Дом моделей
Шрифт:
Вяжет Колька перед темным зеркалом тугой галстук, и в зеркале во тьме стекла снуют руки вокруг галстучного узла.
Теперь уже в гору едет трамвай, еще пуще гремит, мотается, и мотается за стеклом одинокий ездок, и мелькает все быстрее трамвайный свет.
И под «Ночь в Тунисе», под обожаемую свою тезку из дряхлого «Спалиса» красит веки Элка-Малая в одной только нижней юбке, сильно несвежей, желтеющей еще июльскими приключениями в Мисхоре и даже еще апрельскими вечерними делами прямо на холодном песке пустого Веселого острова, среди старых остовов пляжных грибков. Красит веки, близко пригибаясь к круглому зеркалу на заставленном немытыми тарелками столе, красит их зеленым-зеленым и еще черным по краю и слюнит карандаш и обломок щеточки, и соски ползают по клеенке
Уносится к какой-то несуществующей конечной, к кольцу у завода пустой трамвай, и уже иду я ко входу, над которым сломанный неон «Кафе “Юность”», и дергается и жужжит «Н».
А перед входом толпа, дружинники в прыщах, светящихся даже в темноте, пихают в грудь каких-то непосвященных, не своих, и пробирается с высоко поднятым футляром недоступный поклонникам и желающим, чтобы провел, Конь-младший, а следом и Шурик-Долбец тащит всю свою кухню, цепляя стойкой хай-хета джазовых девочек прямо по волосам, по бабеттам с подложенными чулками, а вот и сам Ржавый вытряхивается из трамвая и хиляет, шаркает своей гарлемской походочкой, хипстерским шарканьем, великий Ржавый с драгоценным «сельмером» в сереньком пестроватом футляре. И падает на его безразличное лицо с узкой и острой переносицей неоновый трупный свет. Здорово, Ржавый, здорово, вот и я тоже знаком с тобой, и я посвященный. Правда, таких посвященных бригадмил в гробу видал, штаны резать таким посвященным, волосы стричь и на доску вешать, чтобы не проходили мимо тлетвора советские люди, но уже машет нам призывно из-за жлобских спин всемогущий дакроновый Колька, глава джазового лобби в райкоме, и мы проходим прямо в музыкантскую, свои люди.

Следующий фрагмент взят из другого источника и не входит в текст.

/// Solves a broadband-retarder request.
///
/// # Errors
/// `band_nm` where a crystal's formula fails inside the band; `material` (or `materials[i]`) for
/// a crystal without birefringence at the band's centre; `cut` (or `materials[i].cut`) for a
/// biaxial cut whose two in-face indices are equal.
pub fn design(req: &BroadbandRequest) -> Result<BroadbandDesign, Error> {
    let (lo, hi) = req.band_nm;
    let centre = 0.5 * (lo + hi);
    let t_c = req.temperature_c;
    // A request of one crystal names it by `material` (its cut by `cut`); a list, by its entry
    // (`materials[i]`, `materials[i].cut`).
    let one = req.media.iter().all(|m| *m == req.media[0]);
    let entry = |i: usize| if one { String::new() } else { format!("materials[{i}]") };
    let material_field = |i: usize| if one { "material".to_string() } else { entry(i) };
    // Each plate's cut at the band's centre and the design temperature.
    let centre_wl = Wavelength::from_nm(centre)?;
    let cuts: Vec<(PlateCut, Option<CutReport>)> = req
        .media
        .iter()
        .enumerate()
        .map(|(i, m)| {
            let (biaxial, cut) = cut_of(&m.medium, m.cut, centre_wl, t_c).map_err(|e| match e.field.as_str() {
                "cut" => e.within(&entry(i)),
                _ => Error::new(material_field(i), e.message),
            })?;
            Ok::<_, Error>((cut, biaxial.as_ref().map(BiaxialCut::report)))
        })
        .collect::<Result<_, _>>()?;
    let centre_w: Vec<f64> = req
        .media
        .iter()
        .zip(&cuts)
        .enumerate()
        .map(|(i, (m, (cut, _)))| {
            waves_per_mm(&m.medium, *cut, centre, t_c)
                .filter(|w| w.abs() > 0.0)
                .ok_or_else(|| {
                    Error::new(
                        material_field(i),
                        "this crystal has no birefringence at the band's centre",
                    )
                })
        })
        .collect::<Result<_, _>>()?;
    let search_w: Vec<Vec<f64>> = grid(lo, hi, SEARCH_POINTS)
        .iter()
        .map(|&nm| {
            req.media
                .iter()
                .zip(&cuts)
                .map(|(m, (cut, _))| waves_per_mm(&m.medium, *cut, nm, t_c))
                .collect::<Option<Vec<f64>>>()
                .ok_or_else(|| Error::new("band_nm", format!("a crystal's formula fails at {nm} nm")))
        })
        .collect::<Result<_, _>>()?;
    let model = Model {
        req,
        cuts,
        search_w,
        centre_w,
    };
    let classic_plates = model.classic(req.media.len());
    let w0 = model.centre_w[0];
    let single = vec![model.single_plate()];
    let (
        plates,
        Minimum {
            generations,
            population,
            ..
        },
    ) = model.search(req.media.len());
    let (departures, curve) = model.judge(&plates)?;
    let classic = classic_plates
        .map(|p| {
            Ok::<_, Error>(Reference {
                name: "three equal half-wave plates, the middle at 60° to the outer two (Pancharatnam 1955)".into(),
                departures: model.judge(&p)?.0,
                plates: model.plates_out(&p),
            })
        })
        .transpose()?;
    let single_model = Model {
        req: &BroadbandRequest {
            media: vec![req.media[0]],
            ..req.clone()
        },
        cuts: vec![model.cuts[0].clone()],
        search_w: model.search_w.iter().map(|w| vec![w[0]]).collect(),
        centre_w: vec![w0],
    };
    let single_plate = Reference {
        name: "a single zero-order plate of the first crystal".into(),
        departures: single_model.judge(&single)?.0,
        plates: single_model.plates_out(&single),
    };
    // Each plate oriented by its cut: a uniaxial plate's optic axis, a biaxial plate's slower
    // in-face axis at its azimuth. The search may leave a plate of no thickness (its lower
    // bound): it changes nothing and a scenario cannot hold it, so the part leaves it out.
    let elements = plates
        .iter()
        .zip(&req.media)
        .zip(&model.cuts)
        .filter(|((p, _), _)| p.0 > 0.0)
        .map(|((&(t, az), m), (cut, _))| oriented_crystal(m.medium, t, cut.at(az), GAP_MM))
        .collect();
    let notes = plates
        .iter()
        .enumerate()
        .filter(|(_, p)| p.0 <= 0.0)
        .map(|(i, _)| {
            format!(
                "plate {} came out of no thickness: the stack is made of the other plates, and the scenario leaves it out",
                i + 1
            )
        })
        .collect();
    let mut scenario = Part::new(centre_wl, None, elements).at_temperature(t_c);
    scenario.scenario.beam.polarization = crate::contract::scenario::Polarization::Linear { azimuth_deg: 45.0 };
    Ok(BroadbandDesign {
        target_retardance_waves: req.retardance_waves,
        target_fast_axis_deg: req.fast_axis_deg,
        band_nm: [lo, hi],
        plates: model.plates_out(&plates),
        departures,
        curve,
        classic,
        single_plate,
        search: Search {
            method: "differential evolution (DE/rand/1/bin, Storn & Price 1997, with self-adapting F and CR, Brest et al. 2006)",
            population,
            generations,
            seed: req.seed,
        },
        notes,
        scenario,
    })
}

И в заставленной сломанными стульями музыкантской они сразу разливают по бумажным стаканчикам кубинский ром, настоящее хемингуэевское питье, завезенное в счет неудачно размещенных ракет во все уголки необъятной части суши вплоть до нашего простодушного города. И закуриваем свои обязательные в тех сезонах трубки. В тех давних сезонах, когда все мы носили ботинки «с разговорами», блейзеры и косополосатые галстуки, бороды и трубки, трубки, трубки – одуревшие от детской игры и детских надежд всесоюзные курильщики трубок... Смотри, говорю я начитанному Кольке, совершенно аксеновская атмосфера, или это только мне кажется, что аксеновская. Нет, говорит Колька, не кажется, а именно звездный билет и даже немножко от самого Васи есть, каким я его видел на фестивале во Дворце Горбунова. Я ведь только что с фестиваля, с Москвы, Харанян там лабнул ничего себе, говорит Колька, и столичные его впечатления ловко укладываются в местный выговор – «с Москвы» и «Харанян»...

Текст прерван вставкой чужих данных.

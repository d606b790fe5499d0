//! Every numerical tolerance of Doublespar, named and explained in one place.
//!
//! The physics is computed in double precision with closed forms wherever they exist, so most
//! results are good to a few units in the last place; the tolerances below decide *physics*
//! questions (is this wave evanescent, do these two rays coincide) and are deliberately far from
//! rounding noise. Tests use [`assert_close`] so that a failure prints both numbers.

/// Relative tolerance below which two refractive indices are treated as equal when a direction
/// must be chosen for a degenerate mode pair (wave vector along the optic axis). Only the choice
/// of basis depends on it; the indices and phases never do.
pub const DEGENERATE_DIRECTION: f64 = 1e-12;

/// Largest `|Im k_z| / k0` still treated as a propagating wave. The closed-form root is real or
/// not; this only absorbs rounding at the exact critical angle.
pub const EVANESCENT_IM: f64 = 1e-13;

/// Two output rays belong to one spot when their exit points lie closer than this fraction of the
/// beam diameter (their directions are always equal after parallel plates). A thousandth of the beam
/// diameter is far below any separation a displacer is built for, and far above rounding.
pub const SPOT_FRACTION_OF_DIAMETER: f64 = 1e-3;

/// A cut within this angle (radians) of the maximum-walk-off cut tan θ = n_e/n_o is that cut: the
/// walk-off's first derivative there is zero by symmetry and is reported as exactly 0 instead of
/// rounding noise (about 1e-17). The first-order term it hides is below |ρ''| · 1e-12 ≈ 1e-13
/// degrees per degree, far below what any cut can be polished to.
pub const STATIONARY_CUT_RAD: f64 = 1e-12;

/// A power lost at an element that is smaller than this fraction of the power entering it is
/// rounding, and is reported as zero.
pub const POWER_ROUNDING: f64 = 1e-13;

/// `|S3| / S0` below which an ellipse is reported as linear, and the degree of polarization below
/// which a state is reported as unpolarized.
pub const LINEAR_ELLIPTICITY: f64 = 1e-12;

/// Slack allowed on `S1² + S2² + S3² ≤ S0²` when a Stokes vector is given as input (relative to
/// `S0²`), so that a fully polarized state typed with rounded decimals is accepted.
pub const STOKES_PHYSICAL: f64 = 1e-9;

/// Asserts that `actual` is within `rel` (relative to `max(|expected|, floor)`) of `expected`,
/// printing both values and `what` (which should name the source of the expected value).
///
/// # Panics
/// When the values differ by more than the tolerance; this is meant for tests.
#[track_caller]
pub fn assert_close(actual: f64, expected: f64, rel: f64, floor: f64, what: &str) {
    let scale = expected.abs().max(floor);
    let diff = (actual - expected).abs();
    assert!(
        diff <= rel * scale && actual.is_finite(),
        "{what}: expected {expected:.15e}, got {actual:.15e} (difference {diff:.3e}, allowed {:.3e})",
        rel * scale
    );
}
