/// Writes digits `d` (the first at decimal exponent `e`) plainly, or as `m×10ᵉ`.
fn write_digits(d: &[u8], e: i32, plain: bool) -> String {
    let mut out = String::new();
    if !plain {
        for (i, &c) in d.iter().enumerate() {
            if i == 1 {
                out.push('.');
            }
            out.push(char::from(c));
        }
        out.push_str("×10");
        if e < 0 {
            out.push('⁻');
        }
        const SUP: [char; 10] = ['⁰', '¹', '²', '³', '⁴', '⁵', '⁶', '⁷', '⁸', '⁹'];
        let (mut rest, mut scale) = (e.unsigned_abs(), 1u32);
        while scale <= rest / 10 {
            scale *= 10;
        }
        while scale > 0 {
            out.push(SUP[(rest / scale) as usize]);
            rest %= scale;
            scale /= 10;
        }
    } else if e < 0 {
        out.push_str("0.");
        for _ in 1..-e {
            out.push('0');
        }
        out.extend(d.iter().map(|&c| char::from(c)));
    } else {
        let int_len = e as usize + 1;
        for (i, &c) in d.iter().enumerate() {
            if i == int_len {
                out.push('.');
            }
            out.push(char::from(c));
        }
        for _ in d.len()..int_len {
            out.push('0');
        }
    }
    out
}

fn signed(negative: bool, body: String) -> String {
    if negative { format!("{MINUS}{body}") } else { body }
}

/// `v` with `n` significant digits (1 to 17), plain or as `m×10ᵉ`, at most [`MAX_DRAWN_CHARS`]
/// characters besides the sign (see the module's rules).
///
/// Degenerate cases: 0 (either sign) gives `0`; NaN gives `NaN`; infinities give `∞` and `−∞`.
pub fn sig(v: f64, n: usize) -> String {
    sig_within(v, n, MAX_DRAWN_CHARS)
}

/// As `sig`, with a budget of `max_chars` characters (sign excluded) instead of
/// [`MAX_DRAWN_CHARS`]: for text tables, whose columns hold more digits than a drawing.
pub fn sig_within(v: f64, n: usize, max_chars: usize) -> String {
    if v.is_nan() {
        return "NaN".to_string();
    }
    if v.is_infinite() {
        return signed(v < 0.0, "∞".to_string());
    }
    if v == 0.0 {
        return "0".to_string();
    }
    let n = n.clamp(1, 17);
    let (_, e) = digits_and_exponent(v, n);
    let plain = (-4..=6).contains(&e);
    let mut k = n;
    loop {
        let (d, e) = digits_and_exponent(v, k);
        let body = write_digits(&d, e, plain);
        if body.chars().count() <= max_chars || k == 1 {
            return signed(v < 0.0, body);
        }
        k -= 1;
    }
}
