/** Draws a series with two marked points: drawSeries marks one, so a second drawing with the
 *  other marked is laid over it wherever it differs from a drawing with neither. The two points
 *  lie on the curve and are added to it, so that all three drawings share their axes; a point
 *  outside the curve's span would change them, and then only the first is marked. */
function drawTwoMarkers(plot, series, a, b, dark) {
  const xs = series.points.map((p) => p[0]);
  const within = (p) => xs.length > 1 && p[0] >= Math.min(...xs) && p[0] <= Math.max(...xs);
  if (!within(a) || !within(b)) {
    core.drawSeries(plot.canvas, seriesJson({ ...series, current: a }), dark);
    return;
  }
  const points = [...series.points, a, b].sort((p, q) => p[0] - q[0]);
  const s = { ...series, points };
  core.drawSeries(plot.canvas, seriesJson({ ...s, current: a }), dark);
  const [pb, pc] = plot.probes;
  core.drawSeries(pb, seriesJson({ ...s, current: b }), dark);
  core.drawSeries(pc, seriesJson({ ...s, current: null }), dark);
  const { width, height } = plot.canvas;
  if (pb.width !== width || pb.height !== height || pc.width !== width || pc.height !== height) return;
  const ctx = plot.canvas.getContext('2d');
  const img = ctx.getImageData(0, 0, width, height);
  const db = pb.getContext('2d').getImageData(0, 0, width, height).data;
  const dc = pc.getContext('2d').getImageData(0, 0, width, height).data;
  const out = img.data;
  const n = width * height;
  const differs = (x, y, k) => x[k] !== y[k] || x[k + 1] !== y[k + 1] || x[k + 2] !== y[k + 2] || x[k + 3] !== y[k + 3];
  // What the second marker adds (its dot and its label), and the bounding boxes of both marks.
  const mb = new Uint8Array(n);
  const boxA = [width, height, -1, -1];
  const boxB = [width, height, -1, -1];
  const grow = (bx, x, y) => {
    bx[0] = Math.min(bx[0], x); bx[1] = Math.min(bx[1], y); bx[2] = Math.max(bx[2], x); bx[3] = Math.max(bx[3], y);
  };
  for (let i = 0; i < n; i += 1) {
    const x = i % width;
    const y = (i - x) / width;
    if (differs(db, dc, 4 * i)) {
      mb[i] = 1;
      grow(boxB, x, y);
    }
    if (differs(out, dc, 4 * i)) grow(boxA, x, y);
  }
  const dpr = width / Math.max(1, plot.canvas.clientWidth);
  const gap = 4 * dpr;
  const apart = boxA[2] < 0 || boxB[2] < 0 || boxB[0] > boxA[2] + gap || boxA[0] > boxB[2] + gap
    || boxB[1] > boxA[3] + gap || boxA[1] > boxB[3] + gap;
  let keep = () => true;
  if (!apart) {
    // The labels would overwrite each other: lay over only the second marker's dot, the one
    // place where the added pixels hold a solid square (a dot of 5 px radius holds 7 × 7 px).
    const side = Math.max(3, Math.floor(7 * dpr));
    let sx = 0;
    let sy = 0;
    let count = 0;
    for (let y = 0; y + side <= height; y += 1) {
      for (let x = 0; x + side <= width; x += 1) {
        let full = true;
        for (let v = 0; v < side && full; v += 1) {
          const row = (y + v) * width + x;
          for (let u = 0; u < side; u += 1) {
            if (!mb[row + u]) {
              full = false;
              break;
            }
          }
        }
        if (full) {
          sx += x + side / 2;
          sy += y + side / 2;
          count += 1;
        }
      }
    }
    if (count === 0) return;
    const cx = sx / count;
    const cy = sy / count;
    const r2 = (7.5 * dpr) ** 2;
    keep = (x, y) => (x - cx) ** 2 + (y - cy) ** 2 <= r2;
  }
  for (let i = 0; i < n; i += 1) {
    if (!mb[i]) continue;
    const x = i % width;
    if (!keep(x, (i - x) / width)) continue;
    const k = 4 * i;
    out[k] = db[k];
    out[k + 1] = db[k + 1];
    out[k + 2] = db[k + 2];
    out[k + 3] = db[k + 3];
  }
  ctx.putImageData(img, 0, 0);
}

В пустой общежитской комнате с портретом актрисы Быстрицкой собирается на дежурство Володя, дружинная его повязка лежит на столе рядом с куском хлеба и книгой «И один в поле воин». Давит перед зеркалом Володя прыщ на переносице, заливает ранку «Шипром», поднимает косой чуб, примеривается к еще одному, на лбу, да рукой машет – всю эту заразу не изведешь...
И идет по коридору, вздрагивая жилистыми тонкими ногами, неся на руке, перекинутыми, брюки для глажки и одеяло казенное – подкладывать, и гладит на подоконнике необъятной кухни, бегая за утюгом к плите, тонким голосом выстанывая «Маленький цветок».

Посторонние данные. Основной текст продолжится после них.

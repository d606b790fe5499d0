//! Doublespar: exact double refraction and polarization in stacks of uniaxial crystal plates.
#![warn(missing_docs)]

pub mod beam_overlap;
#[cfg(target_arch = "wasm32")]
pub mod canvas;
pub mod design;
pub mod design_displacer;
pub mod design_recombiner;
pub mod design_waveplate;
pub mod error;
pub mod interface;
pub mod jones;
pub mod json_fields;
pub mod material;
pub mod modes;
pub mod plate;
pub mod precision;
pub mod scenario;
pub mod scene;
pub mod spots;
pub mod statistics;
pub mod stokes;
pub mod svg;
pub mod sweep;
pub mod table;
pub mod trace;
pub mod uniaxial;
pub mod view_end;
pub mod view_plot;
pub mod view_poincare;
pub mod view_side;
pub mod views;
pub mod wavelength;
#[cfg(target_arch = "wasm32")]
pub mod web;
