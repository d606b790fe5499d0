//! A readable, fixed-width text form of a traced result, for a person at a terminal.
//!
//! The JSON result is the contract; this table is a view of it with rounded numbers (6
//! significant decimals for lengths in mm, 4 for powers) and the units in the headings.

use crate::stokes::{Ellipse, Handedness};
use crate::trace::{ElementReport, TraceResult};
use std::fmt::Write;

fn opt(v: Option<f64>, decimals: usize) -> String {
    match v {
        Some(x) => format!("{x:.decimals$}"),
        None => "—".to_string(),
    }
}

fn ellipse_text(e: &Ellipse) -> String {
    match e.handedness {
        Handedness::Unpolarized => "unpolarized".to_string(),
        Handedness::Linear => format!("linear {:+.3}°", e.azimuth_deg),
        Handedness::Right | Handedness::Left => {
            let h = if e.handedness == Handedness::Right {
                "right"
            } else {
                "left"
            };
            format!("{h} ψ {:+.3}° χ {:+.3}°", e.azimuth_deg, e.ellipticity_deg)
        }
    }
}

/// Renders `r` as a text table.
pub fn render(r: &TraceResult) -> String {
    let mut out = String::new();
    let d = r.input.direction;
    let polar = d[2].clamp(-1.0, 1.0).acos().to_degrees();
    let az = d[1].atan2(d[0]).to_degrees();
    let _ = writeln!(out, "Doublespar trace at {} nm", r.wavelength_nm);
    let _ = writeln!(
        out,
        "Input: {}, degree of polarization {:.4}; incidence polar {:.4}°, azimuth {:.4}°",
        ellipse_text(&r.input.ellipse),
        r.input.degree_of_polarization,
        polar,
        if polar == 0.0 { 0.0 } else { az }
    );
    let _ = writeln!(out);
    let _ = writeln!(out, "Elements");
    let _ = writeln!(
        out,
        "{:>3}  {:<9} {:<9} {:>9} {:>9} {:>10} {:>10} {:>10} {:>12} {:>9}",
        "#", "kind", "material", "n_o", "n_e", "L/mm", "n(e-wave)", "walk-off/°", "separation/mm", "Γ/waves"
    );
    for (i, el) in r.elements.iter().enumerate() {
        match el {
            ElementReport::Crystal {
                material,
                no,
                ne,
                thickness_mm,
                e,
                separation_mm,
                retardance_waves,
                ..
            } => {
                let _ = writeln!(
                    out,
                    "{:>3}  {:<9} {:<9} {:>9.6} {:>9.6} {:>10.4} {:>10} {:>10} {:>13} {:>9}",
                    i,
                    "crystal",
                    material,
                    no,
                    ne,
                    thickness_mm,
                    opt(e.index, 6),
                    opt(e.walkoff_deg, 4),
                    opt(*separation_mm, 6),
                    opt(*retardance_waves, 4)
                );
            }
            ElementReport::Retarder { retardance_rad, .. } => {
                let _ = writeln!(
                    out,
                    "{:>3}  {:<9} {:>96}",
                    i,
                    "retarder",
                    format!("{:.4}", retardance_rad / std::f64::consts::TAU)
                );
            }
            ElementReport::Polarizer { absorbed_power, .. } => {
                let _ = writeln!(
                    out,
                    "{:>3}  {:<9} absorbs {:.4} of the input power",
                    i, "polarizer", absorbed_power
                );
            }
            ElementReport::Rotator { angle_deg, .. } => {
                let _ = writeln!(out, "{:>3}  {:<9} turns by {:.4}°", i, "rotator", angle_deg);
            }
        }
    }
    let _ = writeln!(out);
    let _ = writeln!(
        out,
        "Rays (exit points on the last face, z = {:.4} mm)",
        r.rays.first().map_or(0.0, |x| x.exit_z_mm)
    );
    let _ = writeln!(
        out,
        "{:<8} {:>8} {:>12} {:>12}  {:>8} {:>8} {:>8}  ellipse",
        "label", "power", "x/mm", "y/mm", "S1", "S2", "S3"
    );
    for ray in &r.rays {
        let s0 = if ray.stokes[0] > 0.0 { ray.stokes[0] } else { 1.0 };
        let _ = writeln!(
            out,
            "{:<8} {:>8.4} {:>12.6} {:>12.6}  {:>8.4} {:>8.4} {:>8.4}  {}",
            if ray.label.is_empty() { "-" } else { &ray.label },
            ray.power,
            ray.exit_position_mm[0],
            ray.exit_position_mm[1],
            ray.stokes[1] / s0,
            ray.stokes[2] / s0,
            ray.stokes[3] / s0,
            ellipse_text(&ray.ellipse)
        );
    }
    let _ = writeln!(out);
    let _ = writeln!(
        out,
        "Spots (rays whose beams overlap added as fields; total power {:.6})",
        r.total_power
    );
    for (i, s) in r.spots.iter().enumerate() {
        let _ = writeln!(
            out,
            "{:>3}  rays {:<12} power {:.4}  at ({:.6}, {:.6}) mm  {}  DoP {:.4}{}",
            i,
            s.rays.join("+"),
            s.power,
            s.position_mm[0],
            s.position_mm[1],
            ellipse_text(&s.ellipse),
            s.degree_of_polarization,
            if s.rays.len() > 1 {
                format!("  overlap {:.5}", s.overlap)
            } else {
                String::new()
            }
        );
    }
    if !r.warnings.is_empty() {
        let _ = writeln!(out);
        let _ = writeln!(out, "Warnings");
        for w in &r.warnings {
            let _ = writeln!(out, "  - {w}");
        }
    }
    out
}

А в ресторане, в поплавке, выстанывает тот же «Цветок» вторая дудка города, кабацкий лабух, торгующий святым искусством Генка-Морух, потому и второй, что торгует, а играл бы серьезно джаз, не было бы в городе лучше тенора, но очень любит башли Морух, и сейчас лабает «Цветок» на полукруглой кабацкой эстраде, и хорошие башли суют жлобы в аккордеонный футляр, лабает Морух со своими моруховскими чуваками, лысыми, толстыми семейными евреями, игравшими в свое время в этом же кабаке еще «Фон дер Пшика», а теперь заглядывающими Моруху в рот – шутка
И на коду, на коду дует Морух, и укладывает в футляр свой еще более драгоценный, чем того Ржавого, тенор – как-нибудь не чешский, а настоящий, кабаком заработанный.
И хватает Морух такси прямо на пустой набережной, и спешит.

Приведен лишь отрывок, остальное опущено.